Ultra-performance liquid chromatography/tandem mass spectrometry for the trace-level identification of perchlorate in filtered drinking water treated with ozonation and chlorination disinfection processes

Abstract

ObjectivesIn the present study, a rapid, sensitive and selective method has been optimized for the quantification of perchlorate (ClO4−) in drinking water treated with ozonation and chlorination disinfection processes. MethodsAn analytical technique based on ultra-performance liquid chromatography/tandem mass spectrometry (UPLC-MS/MS) has been optimized for the determination of perchlorate in drinking water. Prior to the analysis, the filtered water samples were directly injected into the system without any sample pretreatment. The ClO4− was quantified by examining the high intensity ion signal (m/z 83), produced by a removal of an oxygen atom from the ClO4− parent ion.

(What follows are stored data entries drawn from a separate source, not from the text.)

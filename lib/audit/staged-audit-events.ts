// Staging an audit event instead of appending it: for the hottest write, taking an alert, where the
// chain's lock (held until commit) would make every claimer wait for every other one's commit.
//
// stageAuditEvent writes the event into audit_events_staged inside the caller's transaction — no
// lock, so claims commit in parallel — and the change and its record still commit or roll back
// together. linkStagedAuditEvents then moves what is staged into the chain, in staging order, under
// the chain's lock, in one short transaction of its own. Two ways it runs:
//   - linkStagedAuditEventsSoon, right after the claim commits, in the background of the process
//     that claimed (coalesced: one run at a time per process, and one more if work arrived during it);
//   - awaited by every reader of the trail before it reads (verify, the Audit trail screen and its
//     export, an alert's history), so an auditor never reads a trail with an event still staged.
// Chain order is therefore linking order: a staged event can follow an event appended directly
// slightly after it. Each event keeps the time it happened (occurred_at, set at staging).
import type { Prisma } from "@/lib/generated/prisma/client";
import type { DbOrTx } from "@/lib/db/client";
import { inTransaction } from "@/lib/db/in-transaction";
import type { HashedAuditFields } from "@/lib/audit/audit-hash";
import { appendToChain, lockChainHead, parseAuditEvent, type RecordAuditEventOptions } from "@/lib/audit/record-audit-event";

/** Events linked per transaction: bounds the lock's hold and the memory of one run. */
const LINK_BATCH = 5_000;

export async function stageAuditEvent(tx: Prisma.TransactionClient, options: Omit<RecordAuditEventOptions, "occurredAt">): Promise<void> {
  const event = parseAuditEvent(options.event);
  await tx.$executeRaw`
    INSERT INTO audit_events_staged (actor_type, actor_id, actor_label, action, subject_type, subject_id, payload, request_id, ip_address)
    VALUES (${options.actor.type}, ${options.actor.id}, ${options.actor.label}, ${event.action}, ${options.subject?.type ?? null},
            ${options.subject?.id ?? null}, ${JSON.stringify(event.payload)}::jsonb, ${options.context?.requestId ?? null},
            ${options.context?.ipAddress ?? null})`;
}

/**
 * Links every event staged so far into the chain; returns how many. Waits for the chain's lock:
 * whoever holds it (a direct append, another linker) commits within milliseconds.
 */
export async function linkStagedAuditEvents(db: DbOrTx): Promise<number> {
  let linked = 0;
  for (;;) {
    // The usual answer is "nothing staged": find that out with one probe, before any transaction
    // or lock (every view of the trail and of an alert's history starts here).
    const [{ any }] = await db.$queryRaw<{ any: boolean }[]>`SELECT EXISTS (SELECT 1 FROM audit_events_staged) AS any`;
    if (!any) return linked;
    const moved = await inTransaction(db, async (tx) => {
      const head = await lockChainHead(tx);
      // Under the lock only linkers delete here, so these rows cannot be taken twice. The payload
      // is hashed as jsonb gives it back, exactly as verify will read it.
      const rows = await tx.$queryRaw<HashedAuditFields[]>`
        WITH taken AS (
          DELETE FROM audit_events_staged
           WHERE id IN (SELECT id FROM audit_events_staged ORDER BY id LIMIT ${LINK_BATCH})
          RETURNING *)
        SELECT occurred_at AS "occurredAt", actor_type AS "actorType", actor_id AS "actorId", actor_label AS "actorLabel",
               action, subject_type AS "subjectType", subject_id AS "subjectId", payload, request_id AS "requestId",
               ip_address AS "ipAddress"
          FROM taken ORDER BY id`;
      await appendToChain(tx, head.hash, rows);
      return rows.length;
    });
    linked += moved;
    if (moved < LINK_BATCH) return linked;
  }
}

/**
 * How long a background run waits before it starts, so that under load one run links the events of
 * many claims: each run costs a lock, a read of the head and two statements however few it links.
 */
const LINK_DELAY_MS = 20;

let running: Promise<void> | null = null;
let again = false;

/**
 * Starts linking in the background of this process and returns at once. Called after the staging
 * transaction has committed: the run (or the one queued behind a run already going) starts after
 * that commit, so it sees the event. A failure is logged; the event stays staged and the next run
 * or reader links it.
 */
export function linkStagedAuditEventsSoon(db: DbOrTx): void {
  if (running) {
    again = true;
    return;
  }
  running = (async () => {
    do {
      again = false;
      await new Promise((resolve) => setTimeout(resolve, LINK_DELAY_MS));
      try {
        await linkStagedAuditEvents(db);
      } catch (error) {
        console.error(`audit: linking staged events failed, they stay staged for the next run: ${(error as Error).message}`);
      }
    } while (again);
  })().finally(() => {
    running = null;
  });
}

/** Resolves when this process's background linking has finished (for commands and tests that then read). */
export async function backgroundLinkingSettled(): Promise<void> {
  while (running) await running;
}
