// Every audit event's payload is typed by its action. Add a new action here (and only here)
// before writing it; recordAuditEvent() refuses payloads that do not match.
import { z } from "zod";

const alertRef = { alertId: z.string().uuid(), externalId: z.string() };
const outcomeValue = z.enum(["confirmed_fraud", "legitimate", "inconclusive"]);

export const auditEventSchema = z.discriminatedUnion("action", [
  z.object({ action: z.literal("session.signed_in"), payload: z.object({ sessionId: z.string() }) }),
  z.object({ action: z.literal("session.sign_in_failed"), payload: z.object({ email: z.string(), reason: z.string() }) }),
  z.object({ action: z.literal("session.signed_out"), payload: z.object({ sessionId: z.string(), reason: z.string() }) }),
  z.object({ action: z.literal("session.locked_out"), payload: z.object({ email: z.string(), until: z.string(), scope: z.enum(["account", "address"]) }) }),
  z.object({ action: z.literal("user.created"), payload: z.object({ email: z.string(), role: z.string() }) }),
  z.object({ action: z.literal("user.role_changed"), payload: z.object({ from: z.string(), to: z.string() }) }),
  z.object({ action: z.literal("user.deactivated"), payload: z.object({ endedSessions: z.number().int() }) }),
  z.object({ action: z.literal("user.reactivated"), payload: z.object({}) }),
  z.object({ action: z.literal("user.password_changed"), payload: z.object({}) }),
  z.object({ action: z.literal("user.refused"), payload: z.object({ permission: z.string(), target: z.string() }) }),
  z.object({ action: z.literal("api_client.created"), payload: z.object({ name: z.string(), scopes: z.array(z.string()) }) }),
  z.object({ action: z.literal("api_client.revoked"), payload: z.object({ name: z.string() }) }),
  z.object({ action: z.literal("api_client.refused"), payload: z.object({ reason: z.string(), path: z.string() }) }),
  z.object({
    action: z.literal("ingest.batch_received"),
    payload: z.object({
      kind: z.enum(["alerts", "labels", "outcomes"]),
      channel: z.string(),
      rows: z.number().int(),
      accepted: z.number().int(),
      duplicate: z.number().int(),
      conflict: z.number().int(),
      rejected: z.number().int(),
    }),
  }),
  z.object({
    action: z.literal("model_version.saved"),
    // recomputedAlerts: waiting alerts re-derived by the save (β or prior hit rate changed); absent in events saved before it was recorded.
    payload: z.object({ modelName: z.string(), version: z.string(), changes: z.record(z.string(), z.unknown()), recomputedAlerts: z.number().int().optional() }),
  }),
  z.object({ action: z.literal("alert.claimed"), payload: z.object({ ...alertRef, leaseExpiresAt: z.string(), how: z.enum(["take_next", "direct"]) }) }),
  z.object({ action: z.literal("alert.released"), payload: z.object({ ...alertRef, reason: z.string() }) }),
  z.object({ action: z.literal("alert.lease_expired"), payload: z.object({ ...alertRef, heldBy: z.string().uuid() }) }),
  z.object({ action: z.literal("alert.reassigned"), payload: z.object({ ...alertRef, from: z.string().uuid().nullable(), to: z.string().uuid() }) }),
  z.object({
    action: z.literal("outcome.recorded"),
    payload: z.object({ ...alertRef, outcome: outcomeValue, reason: z.string(), round: z.number().int(), handlingSeconds: z.number().int(), origin: z.enum(["screen", "imported"]), sentToSecondReview: z.boolean() }),
  }),
  z.object({
    action: z.literal("second_review.confirmed"),
    payload: z.object({ ...alertRef, firstOutcome: outcomeValue, secondOutcome: outcomeValue }),
  }),
  z.object({
    action: z.literal("second_review.overturned"),
    payload: z.object({ ...alertRef, firstOutcome: outcomeValue, secondOutcome: outcomeValue }),
  }),
  z.object({ action: z.literal("label.received"), payload: z.object({ externalId: z.string(), label: z.enum(["fraud", "genuine"]), source: z.string(), matched: z.boolean() }) }),
  z.object({
    action: z.literal("calibration.refit"),
    payload: z.object({ modelVersionId: z.string().uuid(), calibrationMapId: z.string().uuid(), labelCount: z.number().int(), brierScore: z.number(), recomputedAlerts: z.number().int(), trigger: z.enum(["on_demand", "automatic"]) }),
  }),
  z.object({ action: z.literal("settings.changed"), payload: z.object({ key: z.string(), before: z.unknown(), after: z.unknown() }) }),
  z.object({ action: z.literal("label_export.generated"), payload: z.object({ exportId: z.string().uuid(), choices: z.record(z.string(), z.unknown()), rowCount: z.number().int(), format: z.string() }) }),
  z.object({ action: z.literal("audit.viewed"), payload: z.object({ filter: z.record(z.string(), z.unknown()) }) }),
  // throughEventId: the newest event the export could contain, so the same file can be produced again.
  z.object({ action: z.literal("audit.exported"), payload: z.object({ filter: z.record(z.string(), z.unknown()), rowCount: z.number().int(), throughEventId: z.string().nullable(), format: z.literal("csv") }) }),
]);

export type AuditEventInput = z.infer<typeof auditEventSchema>;
export type AuditAction = AuditEventInput["action"];
/** Every action that can be written, in the order of the union above. */
export const auditActions: readonly AuditAction[] = auditEventSchema.options.map((option) => option.shape.action.value);

export const auditActorSchema = z.object({
  type: z.enum(["user", "api_client", "system"]),
  id: z.string().nullable(),
  label: z.string().min(1),
});
export type AuditActor = z.infer<typeof auditActorSchema>;

export interface AuditContext {
  requestId?: string | null;
  ipAddress?: string | null;
}

// ---- Questions asked of the trail (the Audit trail screen, GET /api/v1/audit/events, the CSV export).

/** The actions by which a person clears an alert: the first outcome and the second review. */
export const clearingActions = ["outcome.recorded", "second_review.confirmed", "second_review.overturned"] as const;

/** Named questions, each one filter: "who cleared this alert" and "what did this reviewer clear". */
export const auditPresets = {
  cleared_alert: "Who cleared this alert",
  cleared_by: "What this reviewer cleared",
} as const;
export type AuditPreset = keyof typeof auditPresets;

const blankToUndefined = (value: unknown) => (typeof value === "string" && value.trim() === "" ? undefined : value);
const optionalText = (max: number) => z.preprocess(blankToUndefined, z.string().trim().max(max, `at most ${max} characters`).optional());
// A UTC calendar day (what a date input sends) or an instant with its offset (for API callers).
const optionalInstant = z.preprocess(
  blankToUndefined,
  z
    .string()
    .trim()
    .refine((value) => /^\d{4}-\d{2}-\d{2}$/.test(value) || /^\d{4}-\d{2}-\d{2}T\d{2}:\d{2}(:\d{2}(\.\d{1,6})?)?(Z|[+-]\d{2}:\d{2})$/.test(value), {
      message: "a date as YYYY-MM-DD (a UTC day) or a time as ISO 8601 with Z or an offset",
      abort: true,
    })
    .refine(
      (value) => {
        // Date.parse() rolls 2026-02-30 over into March; a calendar day must survive the round trip.
        const day = value.slice(0, 10);
        const start = new Date(`${day}T00:00:00Z`);
        return !Number.isNaN(start.getTime()) && start.toISOString().slice(0, 10) === day && !Number.isNaN(Date.parse(value));
      },
      { message: "not a real date" },
    )
    .optional(),
);

export const auditFilterSchema = z
  .object({
    /** An e-mail, an API client's name, a system actor's label, or an actor id. */
    actor: optionalText(320),
    /** An action (outcome.recorded) or a family of actions (second_review.* or second_review). */
    action: z.preprocess(
      blankToUndefined,
      z
        .string()
        .trim()
        .regex(/^[a-z_]+(\.([a-z_]+|\*)?)?$/, "an action such as outcome.recorded, or a family such as second_review.*")
        .optional(),
    ),
    /** An alert's internal id (uuid) or its external id from the scoring service. */
    alert: optionalText(200),
    /** Inclusive. A bare date is the start of that UTC day. */
    from: optionalInstant,
    /** Inclusive. A bare date is the whole of that UTC day. */
    to: optionalInstant,
    preset: z.preprocess(blankToUndefined, z.enum(Object.keys(auditPresets) as [AuditPreset, ...AuditPreset[]]).optional()),
  })
  .superRefine((filter, context) => {
    if (filter.preset && filter.action) {
      context.addIssue({ code: "custom", path: ["action"], message: "leave the action empty when a question is chosen: it looks at clearing decisions only" });
    }
    if (filter.preset === "cleared_alert" && !filter.alert) {
      context.addIssue({ code: "custom", path: ["alert"], message: "name the alert (internal or external id) to ask who cleared it" });
    }
    if (filter.preset === "cleared_by" && !filter.actor) {
      context.addIssue({ code: "custom", path: ["actor"], message: "name the reviewer (e-mail or id) to ask what they cleared" });
    }
  });
export type AuditFilter = z.infer<typeof auditFilterSchema>;

export const AUDIT_PAGE_SIZE_DEFAULT = 50;
export const AUDIT_PAGE_SIZE_MAX = 500;

/** Keyset paging, newest first: `before` shows the events older than that id, `after` the newer ones. */
export const auditPageSchema = z
  .object({
    before: z.preprocess(blankToUndefined, z.string().regex(/^\d{1,19}$/, "an event id").optional()),
    after: z.preprocess(blankToUndefined, z.string().regex(/^\d{1,19}$/, "an event id").optional()),
    limit: z.preprocess(blankToUndefined, z.coerce.number().int().min(1).max(AUDIT_PAGE_SIZE_MAX).default(AUDIT_PAGE_SIZE_DEFAULT)),
  })
  .refine((page) => !(page.before && page.after), { path: ["after"], message: "use either before or after, not both" });
export type AuditPage = z.infer<typeof auditPageSchema>;
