// Every audit event's payload is typed by its action. Add a new action here (and only here)
// before writing it; recordAuditEvent() refuses payloads that do not match.
import { z } from "zod";

const alertRef = { alertId: z.string().uuid(), externalId: z.string() };
const outcomeValue = z.enum(["confirmed_fraud", "legitimate", "inconclusive"]);

export const auditEventSchema = z.discriminatedUnion("action", [
  z.object({ action: z.literal("session.signed_in"), payload: z.object({ sessionId: z.string() }) }),
  z.object({ action: z.literal("session.sign_in_failed"), payload: z.object({ email: z.string(), reason: z.string() }) }),
  z.object({ action: z.literal("session.signed_out"), payload: z.object({ sessionId: z.string(), reason: z.string() }) }),
  z.object({ action: z.literal("session.locked_out"), payload: z.object({ email: z.string(), until: z.string(), scope: z.enum(["account", "address"]) }) }),
  z.object({ action: z.literal("user.created"), payload: z.object({ email: z.string(), role: z.string() }) }),
  z.object({ action: z.literal("user.role_changed"), payload: z.object({ from: z.string(), to: z.string() }) }),
  z.object({ action: z.literal("user.deactivated"), payload: z.object({ endedSessions: z.number().int() }) }),
  z.object({ action: z.literal("user.reactivated"), payload: z.object({}) }),
  z.object({ action: z.literal("user.password_changed"), payload: z.object({}) }),
  z.object({ action: z.literal("user.refused"), payload: z.object({ permission: z.string(), target: z.string() }) }),
  z.object({ action: z.literal("api_client.created"), payload: z.object({ name: z.string(), scopes: z.array(z.string()) }) }),
  z.object({ action: z.literal("api_client.revoked"), payload: z.object({ name: z.string() }) }),
  z.object({ action: z.literal("api_client.refused"), payload: z.object({ reason: z.string(), path: z.string() }) }),
  z.object({
    action: z.literal("ingest.batch_received"),
    payload: z.object({
      kind: z.enum(["alerts", "labels", "outcomes"]),
      channel: z.string(),
      rows: z.number().int(),
      accepted: z.number().int(),
      duplicate: z.number().int(),
      conflict: z.number().int(),
      rejected: z.number().int(),
    }),
  }),
  z.object({ action: z.literal("model_version.saved"), payload: z.object({ modelName: z.string(), version: z.string(), changes: z.record(z.string(), z.unknown()) }) }),
  z.object({ action: z.literal("alert.claimed"), payload: z.object({ ...alertRef, leaseExpiresAt: z.string(), how: z.enum(["take_next", "direct"]) }) }),
  z.object({ action: z.literal("alert.released"), payload: z.object({ ...alertRef, reason: z.string() }) }),
  z.object({ action: z.literal("alert.lease_expired"), payload: z.object({ ...alertRef, heldBy: z.string().uuid() }) }),
  z.object({ action: z.literal("alert.reassigned"), payload: z.object({ ...alertRef, from: z.string().uuid().nullable(), to: z.string().uuid() }) }),
  z.object({
    action: z.literal("outcome.recorded"),
    payload: z.object({ ...alertRef, outcome: outcomeValue, reason: z.string(), round: z.number().int(), handlingSeconds: z.number().int(), origin: z.enum(["screen", "imported"]), sentToSecondReview: z.boolean() }),
  }),
  z.object({
    action: z.literal("second_review.confirmed"),
    payload: z.object({ ...alertRef, firstOutcome: outcomeValue, secondOutcome: outcomeValue }),
  }),
  z.object({
    action: z.literal("second_review.overturned"),
    payload: z.object({ ...alertRef, firstOutcome: outcomeValue, secondOutcome: outcomeValue }),
  }),
  z.object({ action: z.literal("label.received"), payload: z.object({ externalId: z.string(), label: z.enum(["fraud", "genuine"]), source: z.string(), matched: z.boolean() }) }),
  z.object({
    action: z.literal("calibration.refit"),
    payload: z.object({ modelVersionId: z.string().uuid(), calibrationMapId: z.string().uuid(), labelCount: z.number().int(), brierScore: z.number(), recomputedAlerts: z.number().int(), trigger: z.enum(["on_demand", "automatic"]) }),
  }),
  z.object({ action: z.literal("settings.changed"), payload: z.object({ key: z.string(), before: z.unknown(), after: z.unknown() }) }),
  z.object({ action: z.literal("label_export.generated"), payload: z.object({ exportId: z.string().uuid(), choices: z.record(z.string(), z.unknown()), rowCount: z.number().int(), format: z.string() }) }),
  z.object({ action: z.literal("audit.viewed"), payload: z.object({ filter: z.record(z.string(), z.unknown()) }) }),
  z.object({ action: z.literal("audit.exported"), payload: z.object({ filter: z.record(z.string(), z.unknown()), rowCount: z.number().int() }) }),
]);

export type AuditEventInput = z.infer<typeof auditEventSchema>;
export type AuditAction = AuditEventInput["action"];

export const auditActorSchema = z.object({
  type: z.enum(["user", "api_client", "system"]),
  id: z.string().nullable(),
  label: z.string().min(1),
});
export type AuditActor = z.infer<typeof auditActorSchema>;

export interface AuditContext {
  requestId?: string | null;
  ipAddress?: string | null;
}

ResultsThe performance of the method was established, achieving excellent values for instance linearity (R2 = 0.9999), limit of detection (0.009 µg/L), limit of quantification (0.030 µg/L), precisions (run-to-run, 1.56% and day-to-day, 2.15%) in terms of relative standard deviation while examining a standard of ClO4− (5 µg/L). The elution time of ClO4− was found to be 0.51 min at 300 µL/min flow rate. A total of forty-five water samples were studied, obtaining the ClO4− concentrations in bottled and metropolitan water ranging from 0.78 to 53.23 µg/L and 0.18 to 2.62 µg/L, respectively. ConclusionsThe metropolitan water was found to be least contaminated than the bottled water, and found to be lower than the Reference Dose (RfD) value 0.007 mg/kg body weight/day and Drinking Water Equivalent Level (DWEL) value 25 µg/L set by the Environmental Protection Agency (EPA). Furthermore, in comparison to the traditional methods, the proposed technique was found to be very efficient, cost-effective and rapid for the routine determination of ClO4− at trace level in water samples.